_Data supplied_
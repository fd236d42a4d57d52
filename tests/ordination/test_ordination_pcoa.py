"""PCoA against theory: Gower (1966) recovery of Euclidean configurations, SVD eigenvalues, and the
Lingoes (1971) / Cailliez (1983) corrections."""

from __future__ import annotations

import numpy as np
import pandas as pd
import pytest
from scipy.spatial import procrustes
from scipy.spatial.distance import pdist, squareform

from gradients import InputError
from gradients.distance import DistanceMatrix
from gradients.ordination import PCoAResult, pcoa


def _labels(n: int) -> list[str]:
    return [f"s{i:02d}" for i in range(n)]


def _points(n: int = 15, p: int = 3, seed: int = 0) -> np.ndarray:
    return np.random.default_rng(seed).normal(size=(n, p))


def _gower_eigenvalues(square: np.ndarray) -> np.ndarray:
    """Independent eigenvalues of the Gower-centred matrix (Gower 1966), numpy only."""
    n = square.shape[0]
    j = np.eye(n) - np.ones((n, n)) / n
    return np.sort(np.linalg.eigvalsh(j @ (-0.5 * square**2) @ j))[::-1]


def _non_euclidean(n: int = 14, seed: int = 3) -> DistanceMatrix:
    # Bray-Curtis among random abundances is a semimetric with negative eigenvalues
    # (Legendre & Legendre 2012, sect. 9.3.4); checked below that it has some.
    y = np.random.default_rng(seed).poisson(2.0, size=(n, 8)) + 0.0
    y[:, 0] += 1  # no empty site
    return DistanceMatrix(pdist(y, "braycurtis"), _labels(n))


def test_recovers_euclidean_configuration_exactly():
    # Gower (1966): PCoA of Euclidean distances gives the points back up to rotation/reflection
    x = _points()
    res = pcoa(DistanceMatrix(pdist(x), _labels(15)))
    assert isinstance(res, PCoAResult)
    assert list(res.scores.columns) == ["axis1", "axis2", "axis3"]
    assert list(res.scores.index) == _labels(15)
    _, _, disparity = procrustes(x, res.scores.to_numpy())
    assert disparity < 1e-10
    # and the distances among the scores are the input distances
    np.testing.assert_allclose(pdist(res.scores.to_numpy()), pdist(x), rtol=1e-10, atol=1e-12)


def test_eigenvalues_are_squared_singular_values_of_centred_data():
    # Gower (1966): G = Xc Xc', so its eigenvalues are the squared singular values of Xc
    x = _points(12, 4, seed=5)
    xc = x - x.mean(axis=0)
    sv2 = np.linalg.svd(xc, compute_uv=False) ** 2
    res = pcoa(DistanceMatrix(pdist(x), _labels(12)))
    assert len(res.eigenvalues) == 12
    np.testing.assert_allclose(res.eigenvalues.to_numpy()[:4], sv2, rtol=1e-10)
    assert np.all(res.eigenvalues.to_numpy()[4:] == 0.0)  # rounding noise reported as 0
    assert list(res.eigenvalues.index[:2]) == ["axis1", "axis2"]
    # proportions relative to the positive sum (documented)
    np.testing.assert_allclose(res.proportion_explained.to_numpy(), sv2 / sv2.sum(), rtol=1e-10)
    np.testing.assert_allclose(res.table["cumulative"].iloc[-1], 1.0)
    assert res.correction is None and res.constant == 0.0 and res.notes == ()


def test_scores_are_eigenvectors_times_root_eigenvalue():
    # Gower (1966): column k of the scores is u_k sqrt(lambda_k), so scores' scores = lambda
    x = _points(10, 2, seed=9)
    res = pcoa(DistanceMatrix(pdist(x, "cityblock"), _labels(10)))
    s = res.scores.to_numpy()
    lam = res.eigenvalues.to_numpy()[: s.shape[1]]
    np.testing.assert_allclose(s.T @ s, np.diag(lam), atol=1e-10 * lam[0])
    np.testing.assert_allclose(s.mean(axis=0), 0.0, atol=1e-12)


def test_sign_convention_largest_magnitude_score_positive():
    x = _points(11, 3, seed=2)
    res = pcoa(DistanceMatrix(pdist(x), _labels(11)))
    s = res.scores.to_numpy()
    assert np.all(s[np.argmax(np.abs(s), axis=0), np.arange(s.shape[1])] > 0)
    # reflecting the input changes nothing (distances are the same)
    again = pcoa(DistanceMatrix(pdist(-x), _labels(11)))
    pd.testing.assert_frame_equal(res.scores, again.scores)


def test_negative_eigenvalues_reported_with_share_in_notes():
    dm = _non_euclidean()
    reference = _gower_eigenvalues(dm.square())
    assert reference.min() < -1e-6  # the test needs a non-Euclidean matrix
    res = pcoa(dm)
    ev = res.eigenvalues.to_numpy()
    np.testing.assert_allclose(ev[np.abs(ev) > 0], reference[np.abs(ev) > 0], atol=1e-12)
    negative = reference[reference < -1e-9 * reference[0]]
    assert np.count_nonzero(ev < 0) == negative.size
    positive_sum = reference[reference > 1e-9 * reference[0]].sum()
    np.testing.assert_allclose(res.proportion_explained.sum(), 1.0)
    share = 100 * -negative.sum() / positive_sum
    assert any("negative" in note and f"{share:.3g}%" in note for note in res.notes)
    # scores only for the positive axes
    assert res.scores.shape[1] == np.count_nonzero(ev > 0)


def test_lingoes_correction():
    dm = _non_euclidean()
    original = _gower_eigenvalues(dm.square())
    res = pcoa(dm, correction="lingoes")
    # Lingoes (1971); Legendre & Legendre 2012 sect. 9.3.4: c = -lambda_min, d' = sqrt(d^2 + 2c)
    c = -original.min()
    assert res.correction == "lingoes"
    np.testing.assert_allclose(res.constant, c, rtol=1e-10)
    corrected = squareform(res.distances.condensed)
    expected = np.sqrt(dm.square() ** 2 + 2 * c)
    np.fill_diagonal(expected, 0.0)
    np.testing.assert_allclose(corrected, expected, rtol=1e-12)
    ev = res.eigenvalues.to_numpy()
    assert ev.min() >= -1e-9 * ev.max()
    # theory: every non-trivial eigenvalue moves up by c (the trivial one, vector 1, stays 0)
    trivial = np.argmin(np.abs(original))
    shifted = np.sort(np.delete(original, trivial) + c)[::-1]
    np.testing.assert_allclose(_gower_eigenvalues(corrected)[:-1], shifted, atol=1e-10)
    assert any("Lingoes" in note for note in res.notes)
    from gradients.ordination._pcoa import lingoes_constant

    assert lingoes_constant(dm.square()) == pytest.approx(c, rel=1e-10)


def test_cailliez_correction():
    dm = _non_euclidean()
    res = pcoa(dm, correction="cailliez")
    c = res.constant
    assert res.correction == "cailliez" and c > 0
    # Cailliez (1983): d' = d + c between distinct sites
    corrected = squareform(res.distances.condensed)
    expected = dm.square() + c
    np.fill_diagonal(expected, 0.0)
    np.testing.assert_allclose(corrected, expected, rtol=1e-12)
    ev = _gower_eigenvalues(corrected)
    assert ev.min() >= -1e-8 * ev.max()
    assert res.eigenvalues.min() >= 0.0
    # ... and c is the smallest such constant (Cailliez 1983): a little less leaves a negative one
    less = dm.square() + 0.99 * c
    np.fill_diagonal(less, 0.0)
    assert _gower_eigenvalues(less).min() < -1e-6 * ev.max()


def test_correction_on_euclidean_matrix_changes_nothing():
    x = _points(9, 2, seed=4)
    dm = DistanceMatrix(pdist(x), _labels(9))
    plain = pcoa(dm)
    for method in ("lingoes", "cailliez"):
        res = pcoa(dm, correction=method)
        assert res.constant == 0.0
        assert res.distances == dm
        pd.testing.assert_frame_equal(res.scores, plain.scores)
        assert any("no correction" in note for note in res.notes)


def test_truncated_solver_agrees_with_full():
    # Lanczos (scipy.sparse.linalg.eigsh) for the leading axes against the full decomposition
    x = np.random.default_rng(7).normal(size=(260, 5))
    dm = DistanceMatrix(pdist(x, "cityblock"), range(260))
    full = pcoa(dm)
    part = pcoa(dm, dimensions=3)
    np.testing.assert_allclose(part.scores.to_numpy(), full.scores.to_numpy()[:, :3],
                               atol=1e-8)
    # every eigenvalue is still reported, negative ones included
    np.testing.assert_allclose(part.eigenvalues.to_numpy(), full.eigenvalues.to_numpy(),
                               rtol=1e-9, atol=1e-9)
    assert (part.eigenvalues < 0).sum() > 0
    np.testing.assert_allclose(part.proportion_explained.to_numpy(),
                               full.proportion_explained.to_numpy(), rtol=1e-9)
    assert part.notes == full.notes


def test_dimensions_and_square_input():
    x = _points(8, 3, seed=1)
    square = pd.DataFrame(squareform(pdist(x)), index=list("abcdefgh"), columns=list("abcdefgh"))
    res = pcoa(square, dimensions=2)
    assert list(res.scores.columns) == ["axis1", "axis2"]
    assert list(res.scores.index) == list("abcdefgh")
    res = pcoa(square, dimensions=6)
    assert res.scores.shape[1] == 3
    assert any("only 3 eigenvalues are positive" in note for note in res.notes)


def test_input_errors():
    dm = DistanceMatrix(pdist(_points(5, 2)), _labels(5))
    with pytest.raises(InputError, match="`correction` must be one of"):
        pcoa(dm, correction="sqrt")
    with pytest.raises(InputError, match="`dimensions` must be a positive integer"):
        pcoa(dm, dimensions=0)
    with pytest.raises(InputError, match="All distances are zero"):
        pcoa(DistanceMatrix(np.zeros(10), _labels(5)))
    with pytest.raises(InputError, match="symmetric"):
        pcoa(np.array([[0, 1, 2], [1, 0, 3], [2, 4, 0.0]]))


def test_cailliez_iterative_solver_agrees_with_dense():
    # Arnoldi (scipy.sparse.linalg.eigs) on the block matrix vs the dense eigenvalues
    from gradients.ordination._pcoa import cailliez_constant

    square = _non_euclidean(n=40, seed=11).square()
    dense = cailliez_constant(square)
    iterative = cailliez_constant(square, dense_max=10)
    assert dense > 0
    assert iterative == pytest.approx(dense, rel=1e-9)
...
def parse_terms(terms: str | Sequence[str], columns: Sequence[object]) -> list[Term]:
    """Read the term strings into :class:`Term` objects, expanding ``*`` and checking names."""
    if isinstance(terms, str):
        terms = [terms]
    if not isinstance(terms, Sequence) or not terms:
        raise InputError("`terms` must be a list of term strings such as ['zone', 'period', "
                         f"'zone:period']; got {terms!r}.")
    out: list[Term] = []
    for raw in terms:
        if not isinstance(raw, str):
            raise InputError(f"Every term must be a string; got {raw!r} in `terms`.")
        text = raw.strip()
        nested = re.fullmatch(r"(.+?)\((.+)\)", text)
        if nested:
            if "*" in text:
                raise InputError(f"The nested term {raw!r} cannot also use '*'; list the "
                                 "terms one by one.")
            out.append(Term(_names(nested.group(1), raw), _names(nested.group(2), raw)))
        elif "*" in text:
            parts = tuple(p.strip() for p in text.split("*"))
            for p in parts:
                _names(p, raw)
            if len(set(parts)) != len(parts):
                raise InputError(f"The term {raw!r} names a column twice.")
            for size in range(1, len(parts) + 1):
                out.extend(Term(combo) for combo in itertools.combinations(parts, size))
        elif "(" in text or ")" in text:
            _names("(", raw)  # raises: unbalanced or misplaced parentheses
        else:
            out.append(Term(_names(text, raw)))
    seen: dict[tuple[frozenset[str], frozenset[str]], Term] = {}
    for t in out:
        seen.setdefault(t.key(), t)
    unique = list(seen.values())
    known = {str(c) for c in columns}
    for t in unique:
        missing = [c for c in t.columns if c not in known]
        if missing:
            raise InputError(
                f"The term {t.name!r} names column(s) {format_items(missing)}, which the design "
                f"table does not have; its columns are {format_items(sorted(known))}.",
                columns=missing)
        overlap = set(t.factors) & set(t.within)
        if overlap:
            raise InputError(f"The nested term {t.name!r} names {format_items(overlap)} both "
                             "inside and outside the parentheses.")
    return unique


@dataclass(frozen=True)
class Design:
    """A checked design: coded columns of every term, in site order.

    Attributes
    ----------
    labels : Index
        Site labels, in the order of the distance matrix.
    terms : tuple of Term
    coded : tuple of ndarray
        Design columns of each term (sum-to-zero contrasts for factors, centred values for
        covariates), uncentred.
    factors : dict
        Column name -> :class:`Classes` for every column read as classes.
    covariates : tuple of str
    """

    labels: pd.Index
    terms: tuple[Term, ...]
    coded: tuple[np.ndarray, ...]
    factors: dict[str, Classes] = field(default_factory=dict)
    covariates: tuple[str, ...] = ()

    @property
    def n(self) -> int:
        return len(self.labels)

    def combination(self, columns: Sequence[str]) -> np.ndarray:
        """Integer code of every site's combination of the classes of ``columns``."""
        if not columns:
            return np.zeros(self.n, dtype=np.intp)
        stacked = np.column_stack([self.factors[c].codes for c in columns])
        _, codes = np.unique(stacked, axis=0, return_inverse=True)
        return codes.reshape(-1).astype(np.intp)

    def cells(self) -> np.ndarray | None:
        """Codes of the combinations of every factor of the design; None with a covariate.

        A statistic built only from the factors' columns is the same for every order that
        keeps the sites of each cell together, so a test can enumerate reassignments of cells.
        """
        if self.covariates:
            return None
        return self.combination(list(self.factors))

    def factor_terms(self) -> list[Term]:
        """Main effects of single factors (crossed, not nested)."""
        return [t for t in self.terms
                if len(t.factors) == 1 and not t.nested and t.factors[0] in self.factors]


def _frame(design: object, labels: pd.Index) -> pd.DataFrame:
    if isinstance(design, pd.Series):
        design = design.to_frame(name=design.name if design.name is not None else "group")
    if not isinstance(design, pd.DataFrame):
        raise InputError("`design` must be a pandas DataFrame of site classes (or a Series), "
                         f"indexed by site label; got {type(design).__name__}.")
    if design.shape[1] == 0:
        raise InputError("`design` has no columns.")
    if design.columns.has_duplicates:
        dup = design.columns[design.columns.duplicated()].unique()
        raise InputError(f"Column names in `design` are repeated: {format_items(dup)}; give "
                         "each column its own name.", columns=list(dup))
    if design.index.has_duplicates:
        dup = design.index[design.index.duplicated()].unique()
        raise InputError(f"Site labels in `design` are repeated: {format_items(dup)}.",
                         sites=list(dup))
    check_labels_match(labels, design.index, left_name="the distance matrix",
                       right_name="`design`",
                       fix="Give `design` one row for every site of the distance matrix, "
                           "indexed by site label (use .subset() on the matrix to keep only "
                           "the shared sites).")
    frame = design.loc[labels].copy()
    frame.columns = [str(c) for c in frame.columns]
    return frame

_What needs to be done_
What is needed is an exact copy of the lines above, from the one containing "unique = list(seen.values())" through the one containing "def cells(self) ->", with nothing added.

_Answer to the problem_
    unique = list(seen.values())
    known = {str(c) for c in columns}
    for t in unique:
        missing = [c for c in t.columns if c not in known]
        if missing:
            raise InputError(
                f"The term {t.name!r} names column(s) {format_items(missing)}, which the design "
                f"table does not have; its columns are {format_items(sorted(known))}.",
                columns=missing)
        overlap = set(t.factors) & set(t.within)
        if overlap:
            raise InputError(f"The nested term {t.name!r} names {format_items(overlap)} both "
                             "inside and outside the parentheses.")
    return unique


@dataclass(frozen=True)
class Design:
    """A checked design: coded columns of every term, in site order.

    Attributes
    ----------
    labels : Index
        Site labels, in the order of the distance matrix.
    terms : tuple of Term
    coded : tuple of ndarray
        Design columns of each term (sum-to-zero contrasts for factors, centred values for
        covariates), uncentred.
    factors : dict
        Column name -> :class:`Classes` for every column read as classes.
    covariates : tuple of str
    """

    labels: pd.Index
    terms: tuple[Term, ...]
    coded: tuple[np.ndarray, ...]
    factors: dict[str, Classes] = field(default_factory=dict)
    covariates: tuple[str, ...] = ()

    @property
    def n(self) -> int:
        return len(self.labels)

    def combination(self, columns: Sequence[str]) -> np.ndarray:
        """Integer code of every site's combination of the classes of ``columns``."""
        if not columns:
            return np.zeros(self.n, dtype=np.intp)
        stacked = np.column_stack([self.factors[c].codes for c in columns])
        _, codes = np.unique(stacked, axis=0, return_inverse=True)
        return codes.reshape(-1).astype(np.intp)

    def cells(self) -> np.ndarray | None:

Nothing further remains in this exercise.